*Available data:*
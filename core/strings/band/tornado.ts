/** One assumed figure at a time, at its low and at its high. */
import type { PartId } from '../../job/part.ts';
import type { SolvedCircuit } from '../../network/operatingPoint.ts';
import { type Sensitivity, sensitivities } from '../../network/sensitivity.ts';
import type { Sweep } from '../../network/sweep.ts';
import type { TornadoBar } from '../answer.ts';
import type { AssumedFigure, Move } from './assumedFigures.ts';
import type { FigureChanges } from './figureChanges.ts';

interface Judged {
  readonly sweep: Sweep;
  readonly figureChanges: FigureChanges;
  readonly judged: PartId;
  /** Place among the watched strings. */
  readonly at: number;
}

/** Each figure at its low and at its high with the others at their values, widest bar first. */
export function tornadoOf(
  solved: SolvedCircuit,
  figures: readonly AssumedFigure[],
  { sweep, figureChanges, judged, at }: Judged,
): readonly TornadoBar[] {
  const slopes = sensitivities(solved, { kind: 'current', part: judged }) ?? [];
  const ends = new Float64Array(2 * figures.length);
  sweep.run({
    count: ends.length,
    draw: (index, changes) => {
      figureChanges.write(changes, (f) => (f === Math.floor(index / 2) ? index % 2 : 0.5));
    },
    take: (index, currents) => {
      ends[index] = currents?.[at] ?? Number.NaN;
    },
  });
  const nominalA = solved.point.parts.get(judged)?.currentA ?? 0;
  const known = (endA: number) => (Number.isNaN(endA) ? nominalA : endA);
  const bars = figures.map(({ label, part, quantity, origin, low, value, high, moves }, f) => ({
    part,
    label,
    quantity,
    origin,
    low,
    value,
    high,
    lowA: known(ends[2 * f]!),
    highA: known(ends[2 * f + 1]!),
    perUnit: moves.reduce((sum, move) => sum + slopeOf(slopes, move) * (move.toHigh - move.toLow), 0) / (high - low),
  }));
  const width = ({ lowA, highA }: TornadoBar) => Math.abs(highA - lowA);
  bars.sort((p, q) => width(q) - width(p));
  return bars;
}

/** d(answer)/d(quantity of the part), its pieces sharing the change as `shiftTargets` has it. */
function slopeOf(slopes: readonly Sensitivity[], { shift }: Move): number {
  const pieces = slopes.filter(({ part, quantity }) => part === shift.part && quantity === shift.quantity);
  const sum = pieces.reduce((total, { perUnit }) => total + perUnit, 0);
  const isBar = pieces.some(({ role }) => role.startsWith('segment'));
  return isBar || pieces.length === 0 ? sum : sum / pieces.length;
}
==
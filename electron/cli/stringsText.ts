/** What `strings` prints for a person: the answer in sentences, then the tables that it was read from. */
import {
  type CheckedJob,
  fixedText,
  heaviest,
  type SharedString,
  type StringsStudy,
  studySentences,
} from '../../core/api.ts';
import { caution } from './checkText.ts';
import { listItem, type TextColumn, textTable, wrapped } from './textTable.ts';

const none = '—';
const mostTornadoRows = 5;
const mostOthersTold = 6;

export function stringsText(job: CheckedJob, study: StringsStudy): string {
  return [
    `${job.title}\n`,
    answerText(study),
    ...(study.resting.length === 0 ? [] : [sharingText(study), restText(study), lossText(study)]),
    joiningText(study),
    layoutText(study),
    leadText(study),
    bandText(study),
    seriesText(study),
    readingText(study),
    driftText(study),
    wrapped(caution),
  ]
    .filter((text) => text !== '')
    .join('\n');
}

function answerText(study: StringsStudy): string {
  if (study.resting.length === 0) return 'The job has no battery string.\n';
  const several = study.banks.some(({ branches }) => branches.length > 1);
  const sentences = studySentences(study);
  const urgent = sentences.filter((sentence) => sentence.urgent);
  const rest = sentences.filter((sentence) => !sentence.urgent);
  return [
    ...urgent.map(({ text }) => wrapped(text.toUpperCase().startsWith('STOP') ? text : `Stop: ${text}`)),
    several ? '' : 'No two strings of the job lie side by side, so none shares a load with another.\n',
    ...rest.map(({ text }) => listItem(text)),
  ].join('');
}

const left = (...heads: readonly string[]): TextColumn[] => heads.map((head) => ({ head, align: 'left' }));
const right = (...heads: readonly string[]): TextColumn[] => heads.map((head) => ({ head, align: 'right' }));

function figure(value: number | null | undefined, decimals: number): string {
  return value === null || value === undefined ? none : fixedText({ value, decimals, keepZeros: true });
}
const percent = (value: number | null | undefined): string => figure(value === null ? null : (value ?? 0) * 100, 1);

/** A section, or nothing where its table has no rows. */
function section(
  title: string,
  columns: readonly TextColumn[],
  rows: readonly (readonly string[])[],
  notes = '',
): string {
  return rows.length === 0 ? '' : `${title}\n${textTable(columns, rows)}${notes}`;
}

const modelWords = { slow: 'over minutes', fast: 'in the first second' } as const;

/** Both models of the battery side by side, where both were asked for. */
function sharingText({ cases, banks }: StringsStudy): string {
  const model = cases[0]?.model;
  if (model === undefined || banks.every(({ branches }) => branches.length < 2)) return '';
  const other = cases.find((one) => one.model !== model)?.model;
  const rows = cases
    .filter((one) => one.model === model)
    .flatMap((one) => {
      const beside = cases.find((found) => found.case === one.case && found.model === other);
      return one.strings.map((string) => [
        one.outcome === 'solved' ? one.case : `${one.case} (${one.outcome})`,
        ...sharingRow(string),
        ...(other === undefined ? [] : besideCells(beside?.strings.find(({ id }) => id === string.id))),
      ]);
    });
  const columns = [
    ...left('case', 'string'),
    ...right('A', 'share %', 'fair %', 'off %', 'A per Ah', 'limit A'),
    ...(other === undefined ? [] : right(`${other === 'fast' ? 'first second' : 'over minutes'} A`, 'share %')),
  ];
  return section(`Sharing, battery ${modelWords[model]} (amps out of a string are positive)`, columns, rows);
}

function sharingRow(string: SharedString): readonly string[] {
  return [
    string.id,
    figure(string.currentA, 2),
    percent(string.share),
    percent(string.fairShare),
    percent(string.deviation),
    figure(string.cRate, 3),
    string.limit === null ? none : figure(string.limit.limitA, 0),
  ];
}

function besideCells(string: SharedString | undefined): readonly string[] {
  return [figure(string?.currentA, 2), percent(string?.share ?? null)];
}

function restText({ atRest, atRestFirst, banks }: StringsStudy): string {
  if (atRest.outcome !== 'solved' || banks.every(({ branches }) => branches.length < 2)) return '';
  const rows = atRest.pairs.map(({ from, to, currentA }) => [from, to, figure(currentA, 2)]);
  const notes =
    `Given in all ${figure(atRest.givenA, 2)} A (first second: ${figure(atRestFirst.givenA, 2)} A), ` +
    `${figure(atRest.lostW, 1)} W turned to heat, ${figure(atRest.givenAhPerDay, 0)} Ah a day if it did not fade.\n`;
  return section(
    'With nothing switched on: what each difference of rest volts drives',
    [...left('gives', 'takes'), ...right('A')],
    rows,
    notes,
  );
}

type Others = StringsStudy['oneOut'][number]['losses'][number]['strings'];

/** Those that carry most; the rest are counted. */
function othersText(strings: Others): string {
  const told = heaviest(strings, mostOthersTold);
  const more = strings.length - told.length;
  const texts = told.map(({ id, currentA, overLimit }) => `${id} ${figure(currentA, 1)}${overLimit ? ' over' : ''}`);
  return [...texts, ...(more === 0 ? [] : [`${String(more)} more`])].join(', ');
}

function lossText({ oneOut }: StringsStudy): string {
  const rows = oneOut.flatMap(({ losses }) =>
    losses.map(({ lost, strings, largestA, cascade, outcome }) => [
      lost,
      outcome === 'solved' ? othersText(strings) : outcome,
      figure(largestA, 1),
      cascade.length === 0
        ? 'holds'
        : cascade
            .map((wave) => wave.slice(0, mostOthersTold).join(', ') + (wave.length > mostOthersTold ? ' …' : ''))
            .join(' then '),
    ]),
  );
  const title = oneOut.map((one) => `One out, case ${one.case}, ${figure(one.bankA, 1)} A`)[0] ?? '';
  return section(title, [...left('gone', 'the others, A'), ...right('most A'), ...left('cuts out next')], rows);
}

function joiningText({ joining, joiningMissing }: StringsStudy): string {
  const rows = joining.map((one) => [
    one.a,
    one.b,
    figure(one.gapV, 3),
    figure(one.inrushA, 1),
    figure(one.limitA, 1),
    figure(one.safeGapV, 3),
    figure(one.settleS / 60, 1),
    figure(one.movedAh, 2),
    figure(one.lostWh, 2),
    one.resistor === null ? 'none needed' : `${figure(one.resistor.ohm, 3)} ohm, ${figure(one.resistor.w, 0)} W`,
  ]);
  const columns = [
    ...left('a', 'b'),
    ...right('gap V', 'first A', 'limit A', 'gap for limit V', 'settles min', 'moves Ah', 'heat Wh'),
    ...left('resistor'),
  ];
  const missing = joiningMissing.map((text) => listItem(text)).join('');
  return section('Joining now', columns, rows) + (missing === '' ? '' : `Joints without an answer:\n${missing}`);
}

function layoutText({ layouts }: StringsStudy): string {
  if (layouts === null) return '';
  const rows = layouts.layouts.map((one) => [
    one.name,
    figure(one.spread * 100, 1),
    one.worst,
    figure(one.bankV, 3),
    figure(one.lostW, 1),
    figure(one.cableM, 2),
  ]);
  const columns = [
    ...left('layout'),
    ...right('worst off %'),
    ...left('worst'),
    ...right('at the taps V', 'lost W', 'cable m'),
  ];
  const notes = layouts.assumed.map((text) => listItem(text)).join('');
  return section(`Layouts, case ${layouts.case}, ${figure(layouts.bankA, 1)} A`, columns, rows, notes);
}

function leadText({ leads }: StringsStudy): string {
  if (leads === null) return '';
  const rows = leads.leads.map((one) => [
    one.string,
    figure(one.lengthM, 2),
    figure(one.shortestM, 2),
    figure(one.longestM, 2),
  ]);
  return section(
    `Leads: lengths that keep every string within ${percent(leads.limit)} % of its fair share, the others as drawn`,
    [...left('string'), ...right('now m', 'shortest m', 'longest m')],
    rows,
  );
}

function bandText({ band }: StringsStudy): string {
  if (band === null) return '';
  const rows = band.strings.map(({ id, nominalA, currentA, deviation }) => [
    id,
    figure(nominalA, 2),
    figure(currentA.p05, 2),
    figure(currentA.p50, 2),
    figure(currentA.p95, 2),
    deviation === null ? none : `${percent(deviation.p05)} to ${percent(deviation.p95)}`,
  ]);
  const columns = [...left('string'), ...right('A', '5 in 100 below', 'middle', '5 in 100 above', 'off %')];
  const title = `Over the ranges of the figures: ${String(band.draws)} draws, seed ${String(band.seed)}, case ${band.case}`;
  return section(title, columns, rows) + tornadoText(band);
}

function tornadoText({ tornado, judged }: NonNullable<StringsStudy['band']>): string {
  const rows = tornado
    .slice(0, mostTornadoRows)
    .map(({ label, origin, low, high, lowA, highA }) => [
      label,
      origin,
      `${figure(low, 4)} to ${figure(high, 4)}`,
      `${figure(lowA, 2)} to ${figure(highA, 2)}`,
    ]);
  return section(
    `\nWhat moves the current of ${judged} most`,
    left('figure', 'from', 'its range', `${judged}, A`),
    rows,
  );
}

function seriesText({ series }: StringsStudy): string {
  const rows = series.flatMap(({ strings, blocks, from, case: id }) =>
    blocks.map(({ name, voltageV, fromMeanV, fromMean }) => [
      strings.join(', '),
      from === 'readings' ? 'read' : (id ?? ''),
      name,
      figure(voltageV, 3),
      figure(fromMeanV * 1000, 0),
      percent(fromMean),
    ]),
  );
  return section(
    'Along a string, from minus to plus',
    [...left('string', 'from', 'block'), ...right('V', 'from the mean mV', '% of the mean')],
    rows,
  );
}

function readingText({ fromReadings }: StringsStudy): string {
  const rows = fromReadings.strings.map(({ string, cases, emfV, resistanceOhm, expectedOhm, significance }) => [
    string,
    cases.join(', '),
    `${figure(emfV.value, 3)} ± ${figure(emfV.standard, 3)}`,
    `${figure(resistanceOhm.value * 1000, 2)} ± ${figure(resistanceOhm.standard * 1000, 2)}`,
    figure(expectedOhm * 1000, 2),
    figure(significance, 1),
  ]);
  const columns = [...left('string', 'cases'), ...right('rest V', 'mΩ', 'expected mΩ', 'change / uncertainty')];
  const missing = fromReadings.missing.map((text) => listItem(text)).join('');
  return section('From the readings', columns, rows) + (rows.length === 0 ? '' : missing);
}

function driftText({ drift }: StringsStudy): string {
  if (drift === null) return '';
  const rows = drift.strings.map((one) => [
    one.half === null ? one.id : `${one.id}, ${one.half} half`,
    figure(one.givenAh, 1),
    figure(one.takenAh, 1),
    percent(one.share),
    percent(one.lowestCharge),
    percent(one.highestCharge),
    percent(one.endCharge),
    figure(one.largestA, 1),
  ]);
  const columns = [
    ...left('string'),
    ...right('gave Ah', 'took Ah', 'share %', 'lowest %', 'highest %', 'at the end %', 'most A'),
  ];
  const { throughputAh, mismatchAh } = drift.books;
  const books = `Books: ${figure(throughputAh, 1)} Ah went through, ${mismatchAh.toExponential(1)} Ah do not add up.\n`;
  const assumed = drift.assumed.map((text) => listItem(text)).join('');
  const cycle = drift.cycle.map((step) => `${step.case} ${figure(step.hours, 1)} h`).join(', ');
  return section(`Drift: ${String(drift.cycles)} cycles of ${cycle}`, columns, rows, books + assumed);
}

*Work to complete:* I'd like the lines above from the one with "const sentences = studySentences(study);" up to and including the one with "function figure(value: number" copied exactly, with no other lines.

*Exercise response:*
  const sentences = studySentences(study);
  const urgent = sentences.filter((sentence) => sentence.urgent);
  const rest = sentences.filter((sentence) => !sentence.urgent);
  return [
    ...urgent.map(({ text }) => wrapped(text.toUpperCase().startsWith('STOP') ? text : `Stop: ${text}`)),
    several ? '' : 'No two strings of the job lie side by side, so none shares a load with another.\n',
    ...rest.map(({ text }) => listItem(text)),
  ].join('');
}

const left = (...heads: readonly string[]): TextColumn[] => heads.map((head) => ({ head, align: 'left' }));
const right = (...heads: readonly string[]): TextColumn[] => heads.map((head) => ({ head, align: 'right' }));

function figure(value: number | null | undefined, decimals: number): string {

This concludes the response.